Now I go for the second unknown value.

edit: I don't know if this is important, but the second value seems alwys to be dividable by 8 (I picked some random ones). I tried this because I thought that this could also be a number of bytes or bits.
But it could just be random.
Another idea was, that Unk2 is not a 32bit value, but maybe 4 single bytes or two words or a [byte word byte] sequence. But I could not refer any value of these 4 bytes to any property of the img file.

Maybe I'll put a new version of the dump.py up, when it's tested enough with the new results (renaming, removing the prevstring part, these small things). But I am testing everything in my Delphi application (what is mainly a copy of large parts of the Python script), that's why I almost never touched the script for testings until now.

And I'll try to rewrite the whole extract00type from the beginning. Maybe I find a shorter version (shorter = faster and means less bugs possible)

edit2:
Ah.. now I understand what all the prevstring and subsize thing was for. The "link" (extract00typeAt) points to another, already existing file, because it has the same name (but other content).

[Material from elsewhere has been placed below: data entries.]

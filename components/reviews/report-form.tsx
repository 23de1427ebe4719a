"use client";

import { useActionState, type ReactNode } from "react";
import { Button } from "@/components/ui/button";
import { TextArea } from "@/components/ui/field";
import { FormMessage } from "@/components/ui/form-message";
import { cx } from "@/components/ui/cx";
import { VERDICT_LABELS } from "@/lib/reviews/labels";
import type { FormResult } from "@/lib/validations/auth";

type Action = (previous: FormResult | null, form: FormData) => Promise<FormResult>;

export type ReportCheckpoint = { id: string; name: string; stageLabel: string; card: ReactNode };

// The word leads each choice; the tint of the checked one only backs it up.
const CHOICES = [
  { value: "fine", tone: "border-verdigris-300 has-[:checked]:bg-verdigris-50" },
  { value: "needs_attention", tone: "border-amber-300 has-[:checked]:bg-amber-50" },
  { value: "stop", tone: "border-signal-300 has-[:checked]:bg-signal-50" },
] as const;

/** A verdict and a comment per checkpoint in scope, beside its readings and photos; then the summary. */
export function ReportForm({ action, checkpoints }: { action: Action; checkpoints: ReportCheckpoint[] }) {
  const [state, formAction, pending] = useActionState(action, null);
  const failed = state && !state.ok ? state : null;
  const values = failed?.values ?? {};
  const errors = failed?.fieldErrors ?? {};
  return (
    <form action={formAction} className="space-y-6" noValidate data-testid="report-form">
      <div key={JSON.stringify(values)} className="space-y-6">
        {checkpoints.map((c, index) => {
          const verdictError = errors[`verdict.${c.id}`];
          return (
            <fieldset key={c.id} className="space-y-3 rounded-md border border-graphite-200 p-4" data-testid="report-checkpoint" data-checkpoint-name={c.name}>
              <legend className="px-1 text-base font-semibold">
                <span className="figure font-mono text-graphite-600">{index + 1}.</span> {c.name} <span className="text-sm font-normal text-graphite-600">· {c.stageLabel}</span>
              </legend>
              <input type="hidden" name="checkpoint" value={c.id} />
              {c.card}
              <div role="radiogroup" aria-label={`Verdict for ${c.name}`} aria-describedby={verdictError ? `verdict-error-${c.id}` : undefined} className="flex flex-wrap gap-2">
                {CHOICES.map((choice) => (
                  <label key={choice.value} className={cx("flex cursor-pointer items-center gap-2 rounded border px-3 py-1.5 text-sm", choice.tone)}>
                    <input type="radio" name={`verdict.${c.id}`} value={choice.value} defaultChecked={values[`verdict.${c.id}`] === choice.value} className="accent-copper-600" />
                    <span>
                      <span className="font-semibold">{VERDICT_LABELS[choice.value].label}</span>{" "}
                      <span className="text-graphite-600">— {VERDICT_LABELS[choice.value].meaning.toLowerCase().replace(/\.$/, "")}</span>
                    </span>
                  </label>
                ))}
              </div>
              {verdictError ? (
                <p id={`verdict-error-${c.id}`} className="text-sm font-medium text-signal-700">
                  {verdictError.join(" ")}
                </p>
              ) : null}
              <TextArea
                name={`comment.${c.id}`}
                label={`Comment on ${c.name}`}
                hint="Required for “needs attention” and “stop”: what to look at or fix."
                rows={2}
                maxLength={2000}
                defaultValue={values[`comment.${c.id}`]}
                error={errors[`comment.${c.id}`]}
              />
            </fieldset>
          );
        })}
        <TextArea
          name="summaryMd"
          label="Summary"
          hint="Markdown. The overall picture and the order in which to fix things before the next power-up."
          rows={6}
          maxLength={10_000}
          required
          defaultValue={values.summaryMd}
          error={errors.summaryMd}
        />
      </div>
      <FormMessage tone="error" message={failed?.message} />
      <Button type="submit" disabled={pending}>
        {pending ? "Delivering…" : "Deliver the report"}
      </Button>
      <p className="text-sm text-graphite-600">Delivering charges the builder&apos;s held payment and sends your share to your payout account. It cannot be edited afterwards.</p>
    </form>
  );
}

And the subsize reads the size from the name of this file again.
I think with this knowledge I can rewrite all the string functions.

edit3:
So, here's a shorter code for the strings. But I am still not totally happy with that. But at least it's a lot cleaner than before. I tried it on String.wz (what should be the "ultimate" test fpr a string function )

Code: Select all

def extract00typeAt(f, loc, baseOffset):
  pos = f.tell()
  f.seek(loc + baseOffset, 0)
  rU8(f)
  value = extract00type(f)
  f.seek(pos)
  return value

def extract00type(f):
  size = rS8(f)
  if(size == 0):
    return ""

  if(size < 0):
    if(size == -128): size = rS32(f)
    else:             size = -size
    return transStr(f.read(size)) 
  
  if(size > 0):
    if(size == 127): size = rS32(f)
    return transStr16(f.read(size*2))

The size==1 thing isn't needed. If it's Unicode always 2 byte have to be read (what the function does). With the size==1 check the function either does reading two bytes and return the character or does reading the two bytes twice and return the character or the string.
So this could be removed compeltly.
My idea that it could be UTF-8 seemed false, by the way. It seems only to be either ASCII or the Basic Multilingual Plane of Unicode (what HTML uses, too) with the first ~65.000 characters (that also include the Korean Hanguel characters). So this seems fine.

But besides that, I tried also some things with the two unknown bytes directly after the header. But found out nothing until now.
But I can say that it's no 16 bit checksum or something like that, I tried a lot of combinations with that. And then all wz files should have different two bytes (what they don't have).
My idea on that two bytes is, that they are an "internal" version check, so that the client recognizes, if the wz files are the correct ones for the Client version.

edit4:
If someone is interested in the checksum calculation:
the mathematical form goes like that:
Ckecksum = Sum(byte_0..byte_EOF) modulo 2^32

In words: Sum up all bytes, devide that by 2^32 and take the modulo.